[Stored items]
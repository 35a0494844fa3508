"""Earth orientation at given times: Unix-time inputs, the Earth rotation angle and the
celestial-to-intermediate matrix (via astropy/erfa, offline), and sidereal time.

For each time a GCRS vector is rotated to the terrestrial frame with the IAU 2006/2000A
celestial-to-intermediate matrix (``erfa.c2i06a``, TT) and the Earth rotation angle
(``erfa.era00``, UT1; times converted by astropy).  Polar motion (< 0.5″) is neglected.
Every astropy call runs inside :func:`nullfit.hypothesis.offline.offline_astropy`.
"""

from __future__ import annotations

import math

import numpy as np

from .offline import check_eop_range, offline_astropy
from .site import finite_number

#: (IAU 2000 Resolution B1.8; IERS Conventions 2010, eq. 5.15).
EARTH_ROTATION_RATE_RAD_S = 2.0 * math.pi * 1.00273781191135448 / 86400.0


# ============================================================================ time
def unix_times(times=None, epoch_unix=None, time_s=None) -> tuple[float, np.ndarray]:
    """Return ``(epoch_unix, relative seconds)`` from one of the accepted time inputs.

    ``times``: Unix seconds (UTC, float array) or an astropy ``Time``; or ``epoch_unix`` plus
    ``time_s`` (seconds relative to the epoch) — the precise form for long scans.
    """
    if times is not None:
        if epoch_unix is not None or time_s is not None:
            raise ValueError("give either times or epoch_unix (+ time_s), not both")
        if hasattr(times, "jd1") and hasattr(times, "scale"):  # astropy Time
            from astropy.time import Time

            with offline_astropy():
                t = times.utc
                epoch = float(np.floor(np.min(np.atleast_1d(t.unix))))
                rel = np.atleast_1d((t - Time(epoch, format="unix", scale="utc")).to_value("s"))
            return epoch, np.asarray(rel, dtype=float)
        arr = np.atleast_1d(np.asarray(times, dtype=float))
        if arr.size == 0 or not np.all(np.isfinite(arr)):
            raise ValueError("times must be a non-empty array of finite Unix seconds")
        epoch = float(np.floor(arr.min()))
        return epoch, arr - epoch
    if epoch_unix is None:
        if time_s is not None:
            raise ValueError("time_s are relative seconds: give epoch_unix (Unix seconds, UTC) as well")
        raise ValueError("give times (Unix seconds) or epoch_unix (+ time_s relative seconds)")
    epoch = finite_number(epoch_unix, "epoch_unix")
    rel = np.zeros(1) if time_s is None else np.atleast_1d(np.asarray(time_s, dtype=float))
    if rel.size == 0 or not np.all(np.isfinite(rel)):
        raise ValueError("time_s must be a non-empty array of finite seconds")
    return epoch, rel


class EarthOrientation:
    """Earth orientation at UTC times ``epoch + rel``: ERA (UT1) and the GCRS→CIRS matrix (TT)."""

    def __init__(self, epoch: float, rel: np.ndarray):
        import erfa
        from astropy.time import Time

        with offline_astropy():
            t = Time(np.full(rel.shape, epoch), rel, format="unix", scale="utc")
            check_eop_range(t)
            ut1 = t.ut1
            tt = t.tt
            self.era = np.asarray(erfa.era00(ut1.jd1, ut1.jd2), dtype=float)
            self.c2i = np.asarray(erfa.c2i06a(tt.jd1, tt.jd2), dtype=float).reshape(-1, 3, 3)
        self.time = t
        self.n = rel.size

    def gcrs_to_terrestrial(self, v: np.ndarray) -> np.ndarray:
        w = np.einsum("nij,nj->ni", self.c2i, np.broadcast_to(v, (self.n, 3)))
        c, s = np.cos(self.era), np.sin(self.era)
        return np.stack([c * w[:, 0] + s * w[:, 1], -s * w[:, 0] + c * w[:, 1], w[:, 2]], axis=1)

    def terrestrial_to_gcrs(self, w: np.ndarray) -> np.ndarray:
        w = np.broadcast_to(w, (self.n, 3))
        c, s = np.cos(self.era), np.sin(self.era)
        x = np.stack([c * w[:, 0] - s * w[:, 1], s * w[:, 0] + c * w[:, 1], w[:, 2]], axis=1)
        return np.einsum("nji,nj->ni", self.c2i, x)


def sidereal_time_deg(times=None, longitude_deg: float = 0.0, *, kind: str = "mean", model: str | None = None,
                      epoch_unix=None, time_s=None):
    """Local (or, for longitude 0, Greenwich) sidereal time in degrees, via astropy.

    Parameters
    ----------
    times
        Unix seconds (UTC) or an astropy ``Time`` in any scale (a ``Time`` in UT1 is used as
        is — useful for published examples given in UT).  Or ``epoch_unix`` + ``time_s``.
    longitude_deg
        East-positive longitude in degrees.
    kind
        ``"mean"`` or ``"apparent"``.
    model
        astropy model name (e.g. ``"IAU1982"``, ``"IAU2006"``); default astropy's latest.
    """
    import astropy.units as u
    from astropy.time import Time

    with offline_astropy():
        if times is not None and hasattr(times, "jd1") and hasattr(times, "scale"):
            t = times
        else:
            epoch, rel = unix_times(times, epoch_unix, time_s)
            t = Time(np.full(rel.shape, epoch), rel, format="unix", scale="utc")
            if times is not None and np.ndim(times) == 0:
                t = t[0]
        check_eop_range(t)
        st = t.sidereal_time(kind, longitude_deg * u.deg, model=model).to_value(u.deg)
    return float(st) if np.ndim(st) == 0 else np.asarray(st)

...

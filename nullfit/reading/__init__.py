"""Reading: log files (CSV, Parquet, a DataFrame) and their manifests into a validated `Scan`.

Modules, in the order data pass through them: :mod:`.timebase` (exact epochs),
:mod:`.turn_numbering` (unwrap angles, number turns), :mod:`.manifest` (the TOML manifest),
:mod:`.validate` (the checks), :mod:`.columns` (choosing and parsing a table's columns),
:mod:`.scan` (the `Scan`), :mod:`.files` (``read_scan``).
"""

--

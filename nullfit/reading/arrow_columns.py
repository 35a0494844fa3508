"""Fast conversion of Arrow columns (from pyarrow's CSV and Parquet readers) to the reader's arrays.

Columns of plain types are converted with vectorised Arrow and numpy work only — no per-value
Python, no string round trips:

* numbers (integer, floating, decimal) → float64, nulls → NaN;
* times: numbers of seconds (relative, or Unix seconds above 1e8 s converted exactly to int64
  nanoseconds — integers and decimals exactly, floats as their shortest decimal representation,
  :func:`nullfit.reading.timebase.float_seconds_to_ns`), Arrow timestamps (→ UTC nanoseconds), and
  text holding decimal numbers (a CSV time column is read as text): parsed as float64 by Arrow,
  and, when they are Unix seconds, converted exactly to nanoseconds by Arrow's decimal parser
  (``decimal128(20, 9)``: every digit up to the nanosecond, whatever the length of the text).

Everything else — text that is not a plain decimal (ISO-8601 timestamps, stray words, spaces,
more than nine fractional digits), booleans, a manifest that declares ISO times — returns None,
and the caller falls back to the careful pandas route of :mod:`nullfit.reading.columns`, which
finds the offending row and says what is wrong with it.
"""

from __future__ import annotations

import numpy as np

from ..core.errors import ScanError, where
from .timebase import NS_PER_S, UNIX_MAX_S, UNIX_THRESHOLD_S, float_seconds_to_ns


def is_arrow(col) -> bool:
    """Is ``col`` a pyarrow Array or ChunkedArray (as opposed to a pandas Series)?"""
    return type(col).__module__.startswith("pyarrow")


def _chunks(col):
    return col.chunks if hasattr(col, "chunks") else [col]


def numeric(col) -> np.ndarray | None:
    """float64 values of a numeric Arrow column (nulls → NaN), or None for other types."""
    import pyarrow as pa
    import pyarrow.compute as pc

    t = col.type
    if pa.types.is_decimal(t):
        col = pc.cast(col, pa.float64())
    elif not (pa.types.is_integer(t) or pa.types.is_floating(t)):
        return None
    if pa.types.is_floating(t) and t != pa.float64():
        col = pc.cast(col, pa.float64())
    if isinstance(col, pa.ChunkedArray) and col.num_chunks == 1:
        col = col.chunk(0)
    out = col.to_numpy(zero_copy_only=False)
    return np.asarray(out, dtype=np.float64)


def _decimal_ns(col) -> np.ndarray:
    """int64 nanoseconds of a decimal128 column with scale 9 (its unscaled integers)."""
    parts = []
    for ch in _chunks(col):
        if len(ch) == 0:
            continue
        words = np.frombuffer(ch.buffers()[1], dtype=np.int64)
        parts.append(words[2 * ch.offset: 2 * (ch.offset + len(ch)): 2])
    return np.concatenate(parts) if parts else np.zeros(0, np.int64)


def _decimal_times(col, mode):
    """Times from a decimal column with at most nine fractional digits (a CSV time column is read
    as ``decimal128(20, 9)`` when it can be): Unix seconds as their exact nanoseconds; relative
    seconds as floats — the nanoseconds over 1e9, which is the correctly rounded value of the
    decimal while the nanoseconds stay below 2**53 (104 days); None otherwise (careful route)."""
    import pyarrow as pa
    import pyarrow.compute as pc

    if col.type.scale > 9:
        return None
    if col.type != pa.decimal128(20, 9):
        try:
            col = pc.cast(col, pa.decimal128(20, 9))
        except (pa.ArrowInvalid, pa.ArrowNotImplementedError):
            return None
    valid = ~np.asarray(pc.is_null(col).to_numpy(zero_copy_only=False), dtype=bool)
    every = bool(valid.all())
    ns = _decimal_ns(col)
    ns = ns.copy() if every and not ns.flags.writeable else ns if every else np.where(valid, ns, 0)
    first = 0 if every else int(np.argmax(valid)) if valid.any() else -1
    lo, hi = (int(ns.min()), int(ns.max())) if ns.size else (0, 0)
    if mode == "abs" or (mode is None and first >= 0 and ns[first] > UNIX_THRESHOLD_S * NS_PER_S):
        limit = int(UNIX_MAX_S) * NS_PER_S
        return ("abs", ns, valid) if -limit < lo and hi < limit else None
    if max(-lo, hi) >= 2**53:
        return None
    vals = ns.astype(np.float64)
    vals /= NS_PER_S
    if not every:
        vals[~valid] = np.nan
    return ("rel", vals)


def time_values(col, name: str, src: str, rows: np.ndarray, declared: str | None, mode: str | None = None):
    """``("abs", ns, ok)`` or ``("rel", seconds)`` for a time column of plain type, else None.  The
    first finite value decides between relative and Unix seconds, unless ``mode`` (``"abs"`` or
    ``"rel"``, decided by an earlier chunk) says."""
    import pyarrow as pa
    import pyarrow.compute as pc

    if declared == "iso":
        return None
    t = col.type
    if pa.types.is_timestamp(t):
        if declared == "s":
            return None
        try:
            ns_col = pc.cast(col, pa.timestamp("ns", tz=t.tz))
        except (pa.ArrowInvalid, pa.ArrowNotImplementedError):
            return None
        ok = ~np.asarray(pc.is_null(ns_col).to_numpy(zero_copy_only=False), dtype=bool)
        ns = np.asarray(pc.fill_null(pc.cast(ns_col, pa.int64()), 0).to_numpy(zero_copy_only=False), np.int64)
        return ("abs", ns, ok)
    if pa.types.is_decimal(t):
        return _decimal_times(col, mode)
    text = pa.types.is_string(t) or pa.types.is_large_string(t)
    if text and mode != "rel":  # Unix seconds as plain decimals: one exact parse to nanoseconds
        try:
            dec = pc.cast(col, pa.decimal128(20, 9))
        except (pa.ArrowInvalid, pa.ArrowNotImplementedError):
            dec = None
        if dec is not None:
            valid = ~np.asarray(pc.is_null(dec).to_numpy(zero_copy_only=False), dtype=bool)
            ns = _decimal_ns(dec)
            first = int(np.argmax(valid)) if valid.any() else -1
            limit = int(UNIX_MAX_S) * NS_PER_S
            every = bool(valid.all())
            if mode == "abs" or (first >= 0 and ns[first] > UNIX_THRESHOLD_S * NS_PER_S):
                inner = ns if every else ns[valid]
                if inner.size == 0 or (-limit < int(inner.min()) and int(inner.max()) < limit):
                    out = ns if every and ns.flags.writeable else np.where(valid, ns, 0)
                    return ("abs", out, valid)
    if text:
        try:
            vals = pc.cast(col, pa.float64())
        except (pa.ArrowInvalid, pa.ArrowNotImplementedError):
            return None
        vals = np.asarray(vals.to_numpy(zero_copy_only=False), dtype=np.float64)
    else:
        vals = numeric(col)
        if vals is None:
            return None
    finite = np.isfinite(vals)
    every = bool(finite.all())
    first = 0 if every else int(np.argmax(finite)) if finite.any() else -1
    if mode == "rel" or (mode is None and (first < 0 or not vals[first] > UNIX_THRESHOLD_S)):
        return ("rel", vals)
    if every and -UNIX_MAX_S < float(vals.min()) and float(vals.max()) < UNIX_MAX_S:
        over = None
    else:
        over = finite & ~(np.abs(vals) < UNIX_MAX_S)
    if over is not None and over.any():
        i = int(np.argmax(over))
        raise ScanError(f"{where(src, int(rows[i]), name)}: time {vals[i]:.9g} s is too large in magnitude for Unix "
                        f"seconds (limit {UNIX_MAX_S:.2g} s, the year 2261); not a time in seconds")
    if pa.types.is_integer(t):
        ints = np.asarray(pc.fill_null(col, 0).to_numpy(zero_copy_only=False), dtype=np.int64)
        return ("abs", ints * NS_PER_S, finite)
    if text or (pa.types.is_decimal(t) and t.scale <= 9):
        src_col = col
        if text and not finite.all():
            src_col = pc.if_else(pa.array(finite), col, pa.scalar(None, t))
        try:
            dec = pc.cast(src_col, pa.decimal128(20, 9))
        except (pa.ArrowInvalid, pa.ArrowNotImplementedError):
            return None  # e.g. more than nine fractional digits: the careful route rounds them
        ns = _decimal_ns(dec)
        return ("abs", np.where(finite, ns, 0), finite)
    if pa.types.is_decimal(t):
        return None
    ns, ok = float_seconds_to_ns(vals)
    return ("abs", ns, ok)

Task goal >> Select every line above that contains the word "ints", and copy it.

Output below >>
        ints = np.asarray(pc.fill_null(col, 0).to_numpy(zero_copy_only=False), dtype=np.int64)
        return ("abs", ints * NS_PER_S, finite)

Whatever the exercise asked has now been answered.